- [EXERCISE]: Repeat every record below exactly as written.

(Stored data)
┌──

#include "base/files.h"

#include <cerrno>
#include <fcntl.h>
#include <sys/file.h>
#include <cstdio>
#include <cstring>
#include <filesystem>
#include <fstream>
#include <system_error>
#include <unistd.h>

namespace backcomb
{
  void
  make_folder(const std::string &folder)
  {
    std::error_code ec;
    std::filesystem::create_directories(folder, ec);
    if (ec || !std::filesystem::is_directory(folder))
      throw OutputError("cannot create the output folder '" + folder + "': " +
                        (ec ? ec.message() : "not a folder"));
  }

  void
  write_file_atomically(const std::string &path, const std::string &text)
  {
    // Host name and process id keep two processes that write the same file
    // at once (array tasks writing a sweep plan, possibly on different
    // nodes of a shared file system) from sharing a temporary file.
    char host[64] = "";
    ::gethostname(host, sizeof host - 1);
    const std::string tmp = path + ".tmp." + host + "." + std::to_string(::getpid());
    {
      errno = 0;
      std::ofstream f(tmp, std::ios::binary | std::ios::trunc);
      if (!f)
        throw OutputError("cannot write '" + path + "' (opening '" + tmp + "' failed" +
                          (errno ? std::string(": ") + std::strerror(errno) : std::string()) + ")");
      f << text;
      f.flush();
      // close() reports what a network file system only finds out then.
      if (f)
        f.close();
      if (!f)
        {
          const int error = errno;
          f.close();
          std::remove(tmp.c_str());
          throw OutputError("cannot write '" + path + "' (" +
                            (error ? std::string(std::strerror(error)) : std::string("disk full or I/O error")) +
                            "); the previous version, if any, is unchanged");
        }
    }
    std::error_code ec;
    std::filesystem::rename(tmp, path, ec);
    if (ec)
      {
        std::remove(tmp.c_str());
        throw OutputError("cannot rename '" + tmp + "' to '" + path + "': " + ec.message());
      }
  }

  FolderLock::FolderLock(const std::string &folder)
  {
    const std::string file = folder + "/" + file_name();
    fd                     = ::open(file.c_str(), O_RDWR | O_CREAT | O_CLOEXEC, 0644);
    if (fd < 0)
      {
        const int error = errno;
        throw OutputError("cannot write into the output folder '" + folder + "' (creating '" + file_name() +
                          "' there failed: " + std::strerror(error) + ")" +
                          (error == EACCES || error == EPERM || error == EROFS
                             ? "; fix the folder's permissions or choose another one with --out"
                             : ""));
      }
    if (::flock(fd, LOCK_EX | LOCK_NB) != 0)
      {
        const int   error = errno;
        char        owner[200] = "";
        const auto  n          = ::pread(fd, owner, sizeof owner - 1, 0);
        std::string who        = n > 0 ? std::string(owner, std::size_t(n)) : std::string();
        while (!who.empty() && (who.back() == '\n' || who.back() == ' '))
          who.pop_back();
        ::close(fd);
        fd = -1;
        if (error == EWOULDBLOCK)
          throw InputError("--out", folder,
                           "is in use by another backcomb run" + (who.empty() ? std::string() : " (" + who + ")") +
                             "; wait for it to finish or choose another folder (two runs into one folder "
                             "would mix their results)");
        throw OutputError("cannot lock the output folder '" + folder + "': " + std::strerror(error));
      }
    char host[64] = "";
    ::gethostname(host, sizeof host - 1);
    const std::string who = std::string("process ") + std::to_string(::getpid()) + " on " + host + "\n";
    if (::ftruncate(fd, 0) != 0 || ::pwrite(fd, who.data(), who.size(), 0) < 0)
      {
        // The lock holds without the note; the owner is only for messages.
      }
  }

  FolderLock::~FolderLock()
  {
    if (fd >= 0)
      ::close(fd); // releases the lock; the file stays (removing it would race)
  }
} // namespace backcomb
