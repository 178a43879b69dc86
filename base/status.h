// The outcome of one solve, as stored in summary.json and the sweep table.
#pragma once

#include <optional>
#include <string>

namespace backcomb
{
  enum class Status
  {
    converged, // every requested point converged
    partial,   // the metrics exist, but some point or post-step failed
    failed,    // no metrics: the solve could not get where they are needed
    missing    // (sweeps) a case without a result
  };

  // The one text form of each status ("converged", "partial", "failed",
  // "missing").
  std::string to_string(Status s);

  // The inverse; nothing for any other text.
  std::optional<Status> status_from_string(const std::string &text);
} // namespace backcomb
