// Writing result files: every file goes to a temporary name in the target
// folder and is renamed into place, so a reader (or a killed run) sees
// either the previous complete file or the new complete file.
#pragma once

#include "base/errors.h"

#include <string>

namespace backcomb
{
  // Creates `folder` (and parents) or throws OutputError naming it.
  void make_folder(const std::string &folder);

  // Writes `text` to `path` atomically; OutputError on failure.
  void write_file_atomically(const std::string &path, const std::string &text);

  // An exclusive lock on a results folder while a run writes into it: the
  // file FOLDER/.backcomb-lock, locked with flock(2) (released by the
  // operating system when the process ends, however it ends) and holding
  // the host and process id of its owner for the message. A second run
  // into the same folder gets InputError naming the folder and the owner
  // (exit code 2) before it changes anything; a folder it cannot write
  // into gets OutputError saying so (exit code 4).
  class FolderLock
  {
  public:
    explicit FolderLock(const std::string &folder);
    ~FolderLock();
    FolderLock(const FolderLock &)            = delete;
    FolderLock &operator=(const FolderLock &) = delete;

    static std::string file_name() { return ".backcomb-lock"; }

  private:
    int fd = -1;
  };
} // namespace backcomb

└──

- [RESPONSE TO THIS EXERCISE]:
#include "base/files.h"

#include <cerrno>
#include <fcntl.h>
#include <sys/file.h>
#include <cstdio>
#include <cstring>
#include <filesystem>
#include <fstream>
#include <system_error>
#include <unistd.h>

namespace backcomb
{
  void
  make_folder(const std::string &folder)
  {
    std::error_code ec;
    std::filesystem::create_directories(folder, ec);
    if (ec || !std::filesystem::is_directory(folder))
      throw OutputError("cannot create the output folder '" + folder + "': " +
                        (ec ? ec.message() : "not a folder"));
  }

  void
  write_file_atomically(const std::string &path, const std::string &text)
  {
    // Host name and process id keep two processes that write the same file
    // at once (array tasks writing a sweep plan, possibly on different
    // nodes of a shared file system) from sharing a temporary file.
    char host[64] = "";
    ::gethostname(host, sizeof host - 1);
    const std::string tmp = path + ".tmp." + host + "." + std::to_string(::getpid());
    {
      errno = 0;
      std::ofstream f(tmp, std::ios::binary | std::ios::trunc);
      if (!f)
        throw OutputError("cannot write '" + path + "' (opening '" + tmp + "' failed" +
                          (errno ? std::string(": ") + std::strerror(errno) : std::string()) + ")");
      f << text;
      f.flush();
      // close() reports what a network file system only finds out then.
      if (f)
        f.close();
      if (!f)
        {
          const int error = errno;
          f.close();
          std::remove(tmp.c_str());
          throw OutputError("cannot write '" + path + "' (" +
                            (error ? std::string(std::strerror(error)) : std::string("disk full or I/O error")) +
                            "); the previous version, if any, is unchanged");
        }
    }
    std::error_code ec;
    std::filesystem::rename(tmp, path, ec);
    if (ec)
      {
        std::remove(tmp.c_str());
        throw OutputError("cannot rename '" + tmp + "' to '" + path + "': " + ec.message());
      }
  }

  FolderLock::FolderLock(const std::string &folder)
  {
    const std::string file = folder + "/" + file_name();
    fd                     = ::open(file.c_str(), O_RDWR | O_CREAT | O_CLOEXEC, 0644);
    if (fd < 0)
      {
        const int error = errno;
        throw OutputError("cannot write into the output folder '" + folder + "' (creating '" + file_name() +
                          "' there failed: " + std::strerror(error) + ")" +
                          (error == EACCES || error == EPERM || error == EROFS
                             ? "; fix the folder's permissions or choose another one with --out"
                             : ""));
      }
    if (::flock(fd, LOCK_EX | LOCK_NB) != 0)
      {
        const int   error = errno;
        char        owner[200] = "";
        const auto  n          = ::pread(fd, owner, sizeof owner - 1, 0);
        std::string who        = n > 0 ? std::string(owner, std::size_t(n)) : std::string();
        while (!who.empty() && (who.back() == '\n' || who.back() == ' '))
          who.pop_back();
        ::close(fd);
        fd = -1;
        if (error == EWOULDBLOCK)
          throw InputError("--out", folder,
                           "is in use by another backcomb run" + (who.empty() ? std::string() : " (" + who + ")") +
                             "; wait for it to finish or choose another folder (two runs into one folder "
                             "would mix their results)");
        throw OutputError("cannot lock the output folder '" + folder + "': " + std::strerror(error));
      }
    char host[64] = "";
    ::gethostname(host, sizeof host - 1);
    const std::string who = std::string("process ") + std::to_string(::getpid()) + " on " + host + "\n";
    if (::ftruncate(fd, 0) != 0 || ::pwrite(fd, who.data(), who.size(), 0) < 0)
      {
        // The lock holds without the note; the owner is only for messages.
      }
  }

  FolderLock::~FolderLock()
  {
    if (fd >= 0)
      ::close(fd); // releases the lock; the file stays (removing it would race)
  }
} // namespace backcomb
repository 178a43879b69dc86
filename base/status.h
// The outcome of one solve, as stored in summary.json and the sweep table.
#pragma once

#include <optional>
#include <string>

namespace backcomb
{
  enum class Status
  {
    converged, // every requested point converged
    partial,   // the metrics exist, but some point or post-step failed
    failed,    // no metrics: the solve could not get where they are needed
    missing    // (sweeps) a case without a result
  };

  // The one text form of each status ("converged", "partial", "failed",
  // "missing").
  std::string to_string(Status s);

  // The inverse; nothing for any other text.
  std::optional<Status> status_from_string(const std::string &text);
} // namespace backcomb
// Writing result files: every file goes to a temporary name in the target
// folder and is renamed into place, so a reader (or a killed run) sees
// either the previous complete file or the new complete file.
#pragma once

#include "base/errors.h"

#include <string>

namespace backcomb
{
  // Creates `folder` (and parents) or throws OutputError naming it.
  void make_folder(const std::string &folder);

  // Writes `text` to `path` atomically; OutputError on failure.
  void write_file_atomically(const std::string &path, const std::string &text);

  // An exclusive lock on a results folder while a run writes into it: the
  // file FOLDER/.backcomb-lock, locked with flock(2) (released by the
  // operating system when the process ends, however it ends) and holding
  // the host and process id of its owner for the message. A second run
  // into the same folder gets InputError naming the folder and the owner
  // (exit code 2) before it changes anything; a folder it cannot write
  // into gets OutputError saying so (exit code 4).
  class FolderLock
  {
  public:
    explicit FolderLock(const std::string &folder);
    ~FolderLock();
    FolderLock(const FolderLock &)            = delete;
    FolderLock &operator=(const FolderLock &) = delete;

    static std::string file_name() { return ".backcomb-lock"; }

  private:
    int fd = -1;
  };
} // namespace backcomb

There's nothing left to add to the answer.